Zuallererst sollte die Anmeldung via Konsole sichtbar sein. Ansonten besteht keine Verbindung und die Mühe ist für die Katz. Wichtig: 115200 Baud einstellen, sonst labert der Switch polnisch rückwärts.

Dann muss man den Switch zurücksetzen, wozu man KEIN Passwort braucht. An der Vorderseite des Switches befindet sich ein Reset - Button, den man mit einer Nadel drücken muss. Diesen kurz gedrückt halten. Dann muss man, während des erneuten Bootvorganges Escape drücken. Dies muss passieren, bevor er irgendetwas lädt, sonst geht er nicht mehr zum Boot-Prompt sondern ignoriert die Eingabe.

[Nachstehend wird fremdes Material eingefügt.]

import type { CatalogueTheory, CompiledMapping } from "../catalogue-mapping.ts";
import { symbolTableFor } from "../catalogue-mapping.ts";
import { BLACK_HOLE_SCALAR_SENSITIVITY, edgbSpinFactor, inBandTimeKm, type BodyKind } from "../binary.ts";
import { validateCosmology, type Cosmology } from "../cosmology.ts";
import { compileVectorized } from "../expr/compile.ts";
import { expandDefinitions } from "../expr/symbols.ts";
import { detectPowerLaw } from "../invert.ts";
import { quotedValueOf } from "../quoted-forms.ts";
import { gimrFactor, type GimrIndex } from "../taylorf2.ts";
import { SPEED_OF_LIGHT_KM_S, solarMassToKm } from "../units.ts";
import { distanceAlphaColumn, redshiftColumn } from "./distance-table.ts";
import { invertColumns, NotMonotonicError, type ColumnInversion } from "./invert-columns.ts";
import { SampleInputError } from "./sample-input-error.ts";
import { effectiveSampleSize, weightedHistogram, weightedQuantiles, type Histogram } from "./weighted.ts";

/**
 * The per-sample pipeline on typed arrays (docs/samples-jobs.md): columns -> source-frame binaries
 * -> the mapping's prefactor K_i (compiled, vectorised) -> x_i -> prior weights -> weighted credible
 * bound -> validity of the bound for every sample's binary. Pure: no I/O; progress is reported to
 * the caller, which may stop the run by throwing from it.
 */

export type CouplingRange = "positive" | "non_negative" | "any_sign";
export type PriorKind = "as_translated" | "uniform" | "log_uniform";
export type Verdict = "valid" | "outside_validity" | "not_assessed";

export interface SampleColumns {
  deviation: Float64Array;
  m1?: Float64Array;
  m2?: Float64Array;
  mchirp?: Float64Array;
  q?: Float64Array;
  mtotal?: Float64Array;
  chi1?: Float64Array;
  chi2?: Float64Array;
  z?: Float64Array;
  distance_mpc?: Float64Array;
}
export type ColumnRole = keyof SampleColumns;

export interface PipelineInput {
  entry: CatalogueTheory;
  mapping: CompiledMapping;
  parameter: "ppe_beta" | "gimr_dphi";
  k?: GimrIndex;
  includesSpin: boolean;
  signConvention: "plus" | "minus";
  credibility: number;
  frame: "source" | "detector";
  bodies: readonly [BodyKind, BodyKind];
  cosmology: Cosmology;
  /** Lowest observed frequency of the band (Hz): the in-band time tau of the validity conditions. */
  fLowHz: number;
  columns: SampleColumns;
  /** The file's own name for each role, for messages. */
  names: Partial<Record<ColumnRole, string>>;
  prior: { kind: PriorKind; range?: readonly [number, number] | undefined };
  /** The analysis prior, uniform in the deviation over this range (default: the samples' span). */
  analysisRange?: readonly [number, number] | undefined;
  maxNonFiniteFraction: number;
  fileLabel: string;
  onProgress?: (fraction: number) => Promise<void> | void;
}

export interface ConditionSummary {
  label: string;
  condition: string;
  kind: "hard" | "rule_of_thumb";
  /** Weighted fraction of the posterior whose binary fails this condition at the bound. */
  fraction_outside: number;
  /** Power q of the condition in the coupling (value = V_i x^q), null when it is not a power law. */
  power: number | null;
}

export interface PipelineResult {
  /** beta = K_i x^p; null when the mapping is not a power law (each sample inverted on its own). */
  power: number | null;
  range: CouplingRange;
  signed: boolean;
  side: "upper" | "lower" | "interval";
  /** Canonical-unit bound (one-signed) or interval. */
  canonical: { value?: number; interval?: [number, number] };
  quoted: { value?: number; interval?: [number, number] };
  samples: { read: number; used: number; dropped: number; dropped_reasons: { reason: string; count: number }[]; kept_side?: number };
  effective_sample_size: number;
  analysis_range: [number, number];
  verdict: Verdict;
  fraction_outside: number;
  conditions: ConditionSummary[];
  histogram: Histogram;
  notes: string[];
  /** Per kept sample: file row, deviation, beta, x (canonical), weight; and the validity thresholds. */
  perSample: {
    row: Uint32Array;
    deviation: Float64Array;
    beta: Float64Array;
    x: Float64Array;
    weight: Float64Array;
    /** Likelihood weights 1 / (pi_dev |d dev/dx|) (uniform-in-x, no range), for stacking. */
    likelihoodWeight: Float64Array;
    /** Hard conditions hold for |x| in [validLo, validHi] at this sample's binary. */
    validLo: Float64Array;
    validHi: Float64Array;
  };
}

const HISTOGRAM_BINS = 40;

function fail(input: PipelineInput, role: ColumnRole, row: number, message: string): never {
  const column = input.names[role] ?? role;
  throw new SampleInputError(`${input.fileLabel}: column "${column}", row ${row}: ${message}.`, { file: input.fileLabel, column, row });
}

Anschließend findet man den Prompt vor:
Boot>

Hier kann man "help" eintippen zum gucken. Da wir ihn resetten wollen, tippen wir den in der Hilfe gezeigten Befehl "rstcon" ein. Anschließen startet der Switch neu. Falls er nicht neustarten sollte, "boot 1" eintippen.

Zu guter letzt ist der Standard - User "admin" mit leerem Passwort zu bestätigen. Fertig.

Ich hoffe, ich konnte irgendjemanden noch helfen damit, weil manch einer ja noch alte Hardware rumliegen hat und sie vielleicht nutzen will.


----------